If there are unfixed goods and materials, councils should ensure that they confirm what rights they have to them and any risks such as failing to register them on the PPSA. Councils should move quickly to secure possession of any off-site materials and equipment for which it has paid and title has been transferred to it.

Project status and defects

The options available to, and best course of action for councils to pursue will be dependent on the status of the project. Therefore, in the event of contractor insolvency, councils should urgently confirm the details and status of a project in order to make future decisions. Councils should retain an independent, qualified building consultant to undertake a thorough review and assessment of the project, identify any known or potential defects, and assess the tasks (and the time and cost) needed to complete the project. Having this information will assist councils in ensuring that future decisions are made with complete information and identify any relevant rights under the contract. Additionally, it is a good idea to document any evidence of defective works such as through photographs.

Future project execution

It is important that councils manage all their obligations and maintain strong relationships with all levels of project management, financiers, and suppliers.

Where a contractor is insolvent, it may not have paid subcontractors for their work, and they may refuse to complete work. As it is particularly difficult to engage new subcontractors to complete unfinished work by others, it might be prudent to negotiate with these subcontractors to get them back on site. Moreover, councils might consider employing key personnel such as the contractor’s project manager or site supervisor to ensure continuity.

Bringing a claim against an insolvent company

If a contractor is in a formal insolvency process you generally cannot bring a claim against it without leave of the court, or unless you have consent from the administrator or liquidator appointed [7]. 

Key Takeaways

There are considerable challenges that principals face in relation to managing contractor insolvency and the significant risks that they bear if they do not turn their mind to such issues. However, principals can take numerous steps before executing a construction contract and during the construction phase of a project, to ensure that they protect their position. 

It is vitally important that councils identify factors suggesting a stressed project or contractor insolvency as soon as possible. It is equally important that councils seek legal advice as soon as possible. Taking such action will allow councils to maximise the likelihood of the best outcome for their project and financial position should the fact of insolvency of a contractor eventuate.

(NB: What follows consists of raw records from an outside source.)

package check

import (
	"context"
	"errors"
	"fmt"
	"runtime"
	"sync"
	"sync/atomic"

	"antelag/rtloop"
	"antelag/scenarios/accept"
	"antelag/scenarios/accept/baseline"
)

// State says what became of a scenario's baseline.
type State string

// What a baseline can come to.
const (
	Absent    State = "none"      // there is none
	Same      State = "same"      // every figure holds
	Moved     State = "moved"     // at least one does not
	Recorded  State = "recorded"  // written for the first time
	Replaced  State = "replaced"  // written again, because something had changed
	Unchanged State = "unchanged" // recording found nothing new and left the file
	Unwritten State = "unwritten" // it was to be written and could not be
)

// Result is what one scenario came to.
type Result struct {
	*Test
	Verdict    *accept.Verdict // nil where it did not run
	Comparison *baseline.Comparison
	State      State
	// Err is the error of the Test, or that the run or the recording failed.
	Err error
}

// Pass reports whether the scenario met its limits and holds its baseline.
// Where recording replaces a baseline the old one decides nothing.
func (r *Result) Pass() bool {
	return r.Err == nil && r.Verdict != nil && r.Verdict.Pass() && r.State != Moved
}

// Work says how to run.
type Work struct {
	Workers  int    // 0: as many as there are cores
	Version  string // of the program, for what is recorded
	Record   bool
	Progress func(done, of int64)
}

// Run checks all scenarios, several at a time, and gives the results in the
// order of the tests, whatever order they ended in. When ctx ends, what was
// running or waiting has no verdict and nothing more is recorded.
func Run(ctx context.Context, tests []*Test, w Work) []Result {
	out := make([]Result, len(tests))
	var next, done atomic.Int64
	var workers sync.WaitGroup
	if w.Workers == 0 {
		w.Workers = runtime.GOMAXPROCS(0)
	}
	for range min(w.Workers, len(tests)) {
		workers.Go(func() {
			for i := next.Add(1) - 1; i < int64(len(tests)); i = next.Add(1) - 1 {
				out[i] = w.one(ctx, tests[i])
				if n := done.Add(1); w.Progress != nil {
					w.Progress(n, int64(len(tests)))
				}
			}
		})
	}
	workers.Wait()
	return out
}

var errInterrupted = errors.New("interrupted")

// one checks one scenario.
func (w *Work) one(ctx context.Context, t *Test) Result {
	r := Result{Test: t, State: Absent, Err: t.Err}
	if r.Err != nil {
		return r
	}
	if ctx.Err() != nil {
		r.Err = errInterrupted
		return r
	}
	v, err := accept.Run(ctx, t.Scene, accept.Options{})
	if err != nil {
		r.Err = err
		return r
	}
	for i := range v.Lanes {
		if v.Lanes[i].Outcome == rtloop.Interrupted {
			r.Err = errInterrupted
			return r
		}
	}
	r.Verdict = v
	now := baseline.From(v, w.Version)
	if t.Baseline != nil {
		r.Comparison = t.Baseline.Compare(now)
		r.State = Same
		if !r.Comparison.Same() {
			r.State = Moved
		}
	}
	if w.Record {
		w.record(&r, now)
	}
	return r
}

// record keeps the figures, where there is anything new to keep.
func (w *Work) record(r *Result, now *baseline.Baseline) {
	state := Recorded
	if r.Comparison != nil {
		if r.Comparison.Whole() {
			r.State = Unchanged
			return
		}
		state, now = Replaced, r.Baseline.Renew(now)
	}
	if err := now.Save(r.Path, r.Name); err != nil {
		r.State, r.Err = Unwritten, fmt.Errorf("baseline not recorded: %w", err)
		return
	}
	r.State = state
}

// Interrupted reports whether an interruption kept a scenario from its verdict.
func (r *Result) Interrupted() bool { return errors.Is(r.Err, errInterrupted) }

Further information / assistance regarding the issues raised in this article is available from the author, Phillip Vassiliadis, Partner, Denise Serdenes, Paralegal or your usual contact at Moray & Agnew.
[2] Corporations Act 2001 (Cth), s 95A.
[3] Australian Securities & Investments Commission v Plymin (No 1) [2003] VSC 123 (ASIC v Plymin).
[4] Re Tweed Garages Ltd [1962] Ch 406, 410
[5] Corporations Act 2001 (Cth), s 451E.

[6] See Kennedy Civil Contracting Pty Ltd (Administrators Appointed) v Richard Crookes Construction Pty Ltd; in the matter of Kennedy Civil Contracting Pty Ltd [2023] NSWSC 99; Brodyn Pty Ltd v Dasein Constructions Pty Ltd [2004] NSWSC 1230; Façade Treatment Engineering Pty Ltd (in liq) v Brookfield Multiplex Constructions Pty Ltd [2016] VSCA 247.
[7] Corporations Act 2001 (Cth), s 440D.